[What the task requires]: Count the lines in the entries below that mention the string "enabled", then write that number by itself.

[Dataset records]:
*** Block opens ***

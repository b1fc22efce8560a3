import { queryOptions, useQuery } from '@tanstack/react-query';
import type { Customer } from '../../../../shared/api/customers';
import { api } from '../../../lib/api-client';
import { customerKeys } from './keys';

export async function getCustomers(signal?: AbortSignal): Promise<Customer[]> {
  return (await api.get<{ customers: Customer[] }>('/api/customers', undefined, signal)).customers;
}

export const customersQueryOptions = () => queryOptions({ queryKey: customerKeys.list(), queryFn: ({ signal }) => getCustomers(signal) });

export function useCustomers(opts: { enabled?: boolean } = {}) {
  return useQuery({ ...customersQueryOptions(), enabled: opts.enabled ?? true });
}
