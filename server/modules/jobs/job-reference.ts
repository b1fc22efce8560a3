import { QueryTypes, type Transaction } from 'sequelize';
import type { Sequelize } from 'sequelize';

/** Next job reference for a company, e.g. JOB-2026-0001 (its own prefix, so it never reads like a quote number QT-0001): numbered per company and calendar year, atomic. */
export async function nextJobReference(sequelize: Sequelize, organisationId: string, transaction?: Transaction, now = new Date()): Promise<string> {
  const year = now.getUTCFullYear();
  const [row] = await sequelize.query<{ last_number: number }>(
    `INSERT INTO job_reference_counters (organisation_id, year, last_number) VALUES (:organisationId, :year, 1)
     ON CONFLICT (organisation_id, year) DO UPDATE SET last_number = job_reference_counters.last_number + 1
     RETURNING last_number`,
    { replacements: { organisationId, year }, type: QueryTypes.SELECT, transaction },
  );
  return `JOB-${year}-${String(row.last_number).padStart(4, '0')}`;
}
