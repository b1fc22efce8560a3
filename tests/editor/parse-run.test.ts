import { describe, expect, it } from 'vitest';
import { parseRun } from '../../src/editor/commands';

describe('typed runs of walls', () => {
  it('reads an L-shaped loft from words and closes it exactly', () => {
    const r = parseRun('6000 right, 3000 down, 2500 left, 2000 down, 3500 left, 5000 up');
    expect(r.points).toEqual([
      [0, 0],
      [6000, 0],
      [6000, 3000],
      [3500, 3000],
      [3500, 5000],
      [0, 5000],
    ]);
    expect(r.closure).toEqual({ kind: 'closed', errorMm: 0 });
  });

  it('reads letters and units, and adds the closing wall when one is left out', () => {
    const r = parseRun('4.2m R 360cm D 4200 L');
    expect(r.points).toEqual([
      [0, 0],
      [4200, 0],
      [4200, 3600],
      [0, 3600],
    ]);
    expect(r.closure).toEqual({ kind: 'implied', lengthMm: 3600, angleDeg: 270 });
  });

  it('absorbs a small tape error and reports it', () => {
    const r = parseRun('4200 r 3600 d 4180 l 3600 u');
    expect(r.points).toHaveLength(4);
    expect(r.closure).toEqual({ kind: 'closed', errorMm: 20 });
  });

  it('takes angles for splayed walls', () => {
    const r = parseRun('3000 r, 1000 @45, 3000 d');
    expect(r.points[2][0]).toBeCloseTo(3000 + 1000 * Math.SQRT1_2, 2);
    expect(r.points[2][1]).toBeCloseTo(1000 * Math.SQRT1_2, 2);
  });

  it.each([
    ['', /at least three walls/],
    ['4200 sideways', /"sideways" is not a direction/],
    ['4200', /needs a direction/],
    ['right 4200', /should be a length/],
    ['4200 r', /at least three corners/],
  ])('explains what is wrong with %j', (text, msg) => {
    expect(() => parseRun(text)).toThrow(msg);
  });
});
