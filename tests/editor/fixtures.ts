import { planSchema, type Plan } from '../../shared/plan/plan-schema';

/** An 8400 × 5200 rectangle with a tank and a downlight, eaves on the long sides. */
export function rectPlan(): Plan {
  return planSchema.parse({
    format: 'quiltline-plan/1',
    name: 'Test loft',
    outline: [
      [0, 0],
      [8400, 0],
      [8400, 5200],
      [0, 5200],
    ],
    eavesEdges: [0, 2],
    eavesGapMm: 50,
    joists: { angleDeg: 90, centresMm: 400, widthMm: 47, depthMm: 100, offsetMm: 0 },
    exclusions: [
      {
        kind: 'tank',
        label: 'cold water tank',
        polygon: [
          [500, 500],
          [1700, 500],
          [1700, 1400],
          [500, 1400],
        ],
      },
      { kind: 'downlight', at: [4200, 2600] },
    ],
    existing: { depthMm: 100, condition: 'good' },
    target: { depthMm: 270 },
  });
}

export function emptyPlan(): Plan {
  return planSchema.parse({
    format: 'quiltline-plan/1',
    name: 'New loft',
    outline: [],
    joists: { angleDeg: 90, centresMm: 400, widthMm: 47, depthMm: 100 },
  });
}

*** Block closes ***

[Answer to the problem]: 2